Rowwise compuation in `InMemoryDatasets.jl` vs `DataFrames.jl`

byrow function in InMemoryDatasets is fantastic :+1: , I have done a small benchmark to compare its performance against DataFrames.jl for relatively wide tables. argmax in DataFrames.jl takes long!

InMemoryDatasets

julia> using InMemoryDatasets

julia> using BenchmarkTools

julia> x = Dataset(rand(10^4, 1000), :auto);

julia> @btime byrow(x, sum, :);
  9.107 ms (7056 allocations: 263.27 KiB)

julia> @btime byrow(x, maximum, :);
  12.277 ms (7056 allocations: 263.27 KiB)

julia> @btime byrow(x, mean, :);
  11.602 ms (14096 allocations: 554.86 KiB)

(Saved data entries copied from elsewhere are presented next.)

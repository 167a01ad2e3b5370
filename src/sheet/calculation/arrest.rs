//! The arrest step by step: constants, roots, modes, envelope, events.
use super::steps::Steps;
use super::value::{Block, Cell, Column, Kind, Row, Section, Table, column, digits};
use super::{modes, path};
use crate::estimate::Event;
use crate::quantity::UnitSystem;
use crate::sheet::Report;

const EVENTS: &[Column] = &[
    column("time", "time", Kind::Number),
    column("words", "what happens", Kind::Name),
    column("travel", "travel past taut", Kind::Number),
    column("speed", "speed", Kind::Number),
    column("force", "line force", Kind::Number),
    column("deployed", "deployed", Kind::Number),
];

/// The section of the arrest.
pub fn section(report: &Report, system: UnitSystem) -> Section {
    let estimate = &report.estimate;
    let mut blocks = vec![
        Block::words(
            "Worked in kg, m, s and N. Every number is computed to double precision and shown to six digits; travel x, \
             speed v and stretch e are counted downward from the moment when the line comes taut, times from the start of \
             the fall.",
        ),
        path::constants(&report.scenario, &estimate.solved),
        Block::part("Roots and regime"),
    ];
    if estimate.plane.is_some() {
        blocks.push(Block::words(
            "Of stretch along the line alone, with the pivot above the mass: they tell how the line answers, not how the mass \
             swings.",
        ));
    }
    blocks.extend(path::roots(&estimate.solved));
    blocks.push(Block::part("Motion, mode by mode"));
    if estimate.plane.is_some() {
        blocks.push(Block::words(
            "The pivot lies beside the fall line, so the arrest is a swing in one plane: m r″ = m g − T n with the unit \
             vector n from the pivot to the attachment and |r − pivot| = L + e + s while taut. It has no closed form; it is \
             integrated in power series of order 20, and events are zeros of their polynomials.",
        ));
    } else {
        blocks.extend(modes::modes(report));
        blocks.extend(envelope(report));
    }
    blocks.push(Block::part("Events in order of time"));
    blocks.push(events(&estimate.events, system));
    Section::new("arrest", "Arrest, worked step by step", blocks)
}

fn envelope(report: &Report) -> Vec<Block> {
    let estimate = &report.estimate;
    let Some(envelope) = &estimate.envelope else { return Vec::new() };
    let mut steps = Steps::default();
    steps.given("t_a", "start of the mode that it bounds", envelope.from_s, "s");
    steps.given("x_r", "hang position of that mode", envelope.hang_m, "m");
    steps.given("C", "amplitude at its start", envelope.amplitude_m, "m");
    steps.given("α", "decay", envelope.decay_per_s, "1/s");
    let (x, c) = (digits(envelope.hang_m), digits(envelope.amplitude_m));
    let form = format!("{x} ± {c} e^(−{} (t − {}))", digits(envelope.decay_per_s), digits(envelope.from_s));
    steps.word("x(t)", "bound on the travel while taut", ["x_r ± C e^(−α (t − t_a))", &form], "");
    if let Some(coarse) = estimate.numbers.get("envelope_bound_coarse") {
        steps.step("x_c", "coarse bound on the deepest point", ["x_r + C", &format!("{x} + {c}")], coarse, "m");
    }
    if let (Some(tight), Some(time)) =
        (estimate.numbers.get("envelope_bound_tight"), estimate.numbers.get("time_lowest"))
    {
        let tau = digits(time - envelope.from_s);
        let numbers = format!("{x} + {c} e^(−{} × {tau})", digits(envelope.decay_per_s));
        steps.step(
            "x_t",
            "tight bound, at the time of the lowest point",
            ["x_r + C e^(−α τ_low)", &numbers],
            tight,
            "m",
        );
    }
    vec![Block::part("Envelope"), steps.table("envelope", "envelope of the oscillation about the hang position")]
}

fn events(list: &[Event], system: UnitSystem) -> Block {
    let row = |event: &Event| {
        Row::new(vec![
            Cell::si(event.time_s, "s"),
            Cell::words(&event.words(system)),
            Cell::si(event.travel_m, "m"),
            Cell::si(event.speed_m_per_s, "m/s"),
            Cell::si(event.force_n, "N"),
            Cell::si(event.deployed_m, "m"),
        ])
    };
    Block::Table(Table {
        id: "events".to_owned(),
        caption: "what the fall does".to_owned(),
        columns: EVENTS,
        rows: list.iter().map(row).collect(),
    })
}
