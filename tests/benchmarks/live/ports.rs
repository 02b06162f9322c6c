//! What is on the ports: profiles for the listener, lines for the writer, and the time that a number says.

use std::time::{SystemTime, UNIX_EPOCH};

use ebbline::entry::{Id, Instrument, Measures, ModbusNumber, ModbusTable, Protocol, Socket, WordOrder};
use ebbline::quantity::Span;

/// Ten thousandths of a second after which the time in a number begins anew: a hundred seconds.
pub(crate) const ROUND: u64 = 1_000_000;
/// Readings a second of each of the eight.
pub(crate) const A_SECOND: f64 = 100.0;
/// Bytes a second at 921 600 baud with a start and a stop bit.
pub(crate) const BYTES_A_SECOND: f64 = 92_160.0;

/// What is asked of the listener.
#[derive(Debug, Clone, Copy, PartialEq, Eq)]
pub(crate) enum Load {
    /// Eight instruments with a hundred readings a second each.
    Eight,
    /// Two that stream without pause at 921 600 baud.
    Fast,
}

impl Load {
    pub(crate) fn named(name: &str) -> Option<Self> {
        [Self::Eight, Self::Fast].into_iter().find(|load| load.name() == name)
    }

    pub(crate) const fn name(self) -> &'static str {
        match self {
            Self::Eight => "eight",
            Self::Fast => "fast",
        }
    }

    pub(crate) const fn says(self) -> &'static str {
        match self {
            Self::Eight => {
                "eight instruments, a hundred readings a second each, streamed, asked for and by Modbus"
            }
            Self::Fast => "two instruments that stream without pause at 921600 baud",
        }
    }

    pub(crate) fn devices(self) -> Vec<Device> {
        use Measures::{Barometer, Cell, Depth, Flow, Pressure, Temperature};
        let device =
            |id, measures, unit, speaks, base, step| Device { id, measures, unit, speaks, base, step };
        match self {
            Self::Eight => vec![
                device("FM-1", Flow, "L/min", Speaks::ByItself, 0.31, 1e-9),
                device("PT-1", Pressure, "bar", Speaks::Modbus, 8.0, 1e-8),
                device("T-1", Temperature, "°C", Speaks::WhenAsked, 21.0, 1e-8),
                device("B-1", Barometer, "hPa", Speaks::ByItself, 1009.0, 1e-7),
                device("C-1", Cell, "bar", Speaks::ByItself, 1.31, 1e-9),
                device("C-2", Cell, "bar", Speaks::ByItself, 1.32, 1e-9),
                device("C-3", Cell, "bar", Speaks::ByItself, 1.33, 1e-9),
                device("D-1", Depth, "m", Speaks::WhenAsked, 1.0, 1e-8),
            ],
            Self::Fast => vec![
                device("FM-1", Flow, "L/min", Speaks::WithoutPause, 0.31, 1e-9),
                device("PT-1", Pressure, "bar", Speaks::WithoutPause, 8.0, 1e-8),
            ],
        }
    }
}

/// How a device speaks.
#[derive(Debug, Clone, Copy, PartialEq, Eq)]
pub(crate) enum Speaks {
    /// A line every hundredth of a second.
    ByItself,
    /// Line after line, as fast as the baud rate allows.
    WithoutPause,
    /// An answer to [`ASK`].
    WhenAsked,
    /// Input registers 0 and 1 of device 1, a signed number of 32 bits.
    Modbus,
}

/// What is asked for a line.
pub(crate) const ASK: &str = "READ?\n";

/// A device: its number is `base`, and the time of writing times `step`.
#[derive(Debug, Clone, Copy)]
pub(crate) struct Device {
    pub(crate) id: &'static str,
    pub(crate) measures: Measures,
    pub(crate) unit: &'static str,
    pub(crate) speaks: Speaks,
    base: f64,
    step: f64,
}

/// The time, in ten thousandths of a second; both processes ask the same clock.
pub(crate) fn now() -> u64 {
    let since = SystemTime::now().duration_since(UNIX_EPOCH).unwrap();
    u64::try_from(since.as_micros()).unwrap() / 100
}

impl Device {
    /// The line that is written now.
    pub(crate) fn line(&self) -> String {
        let value = self.base + (now() % ROUND) as f64 * self.step;
        format!("{value:.9} {}\r\n", self.unit)
    }

    /// The registers that are written now.
    pub(crate) fn registers(&self) -> [u8; 4] {
        let whole = (self.base / self.step).round() as i32 + i32::try_from(now() % ROUND).unwrap();
        whole.to_be_bytes()
    }

    /// How long ago a number was written, in ten thousandths of a second.
    pub(crate) fn age(&self, shown: f64, at: u64) -> u64 {
        let written = ((shown - self.base) / self.step).round() as u64;
        (at % ROUND + ROUND - written % ROUND) % ROUND
    }

    pub(crate) fn profile(&self, port: &str) -> Instrument {
        let every = Some(Span::from_s(1.0 / A_SECOND));
        let stale_after = Some(Span::from_s(2.0));
        let protocol = match self.speaks {
            Speaks::Modbus => Protocol::ModbusRtu {
                device: 1,
                table: ModbusTable::Input,
                register: 0,
                number: ModbusNumber::I32,
                word_order: WordOrder::Big,
                scale: self.step,
                every,
                stale_after,
            },
            speaks => Protocol::Lines {
                ask: (speaks == Speaks::WhenAsked).then(|| ASK.to_owned()),
                every,
                ends: "\r\n".to_owned(),
                pattern: r"(?P<value>[-+]?\d+(\.\d+)?)".to_owned(),
                stale_after,
            },
        };
        Instrument {
            id: Id::new(self.id).unwrap(),
            measures: self.measures,
            socket: Some(Socket::Port(port.to_owned())),
            baud: Some(if self.speaks == Speaks::WithoutPause { 921_600 } else { 115_200 }),
            frame: Some("8N1".to_owned()),
            unit: Some(self.unit.to_owned()),
            protocol: Some(protocol),
            papers: None,
        }
    }
}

julia> @btime byrow(x, argmax, :);
  17.819 ms (14140 allocations: 766.41 KiB)

DataFrames (updated code)

julia> using DataFrames

julia> using BenchmarkTools

julia> x = DataFrame(rand(10^4, 1000), :auto);

julia> allowmissing!(x);

julia> @btime select(x, AsTable(:) => ByRow(sum));
  40.595 ms (2664 allocations: 264.89 KiB)

julia> @btime select(x, AsTable(:) => ByRow(maximum));
  40.707 ms (1665 allocations: 233.67 KiB)

julia> @btime select(x, AsTable(:) => ByRow(mean));
  45.278 ms (2665 allocations: 264.92 KiB)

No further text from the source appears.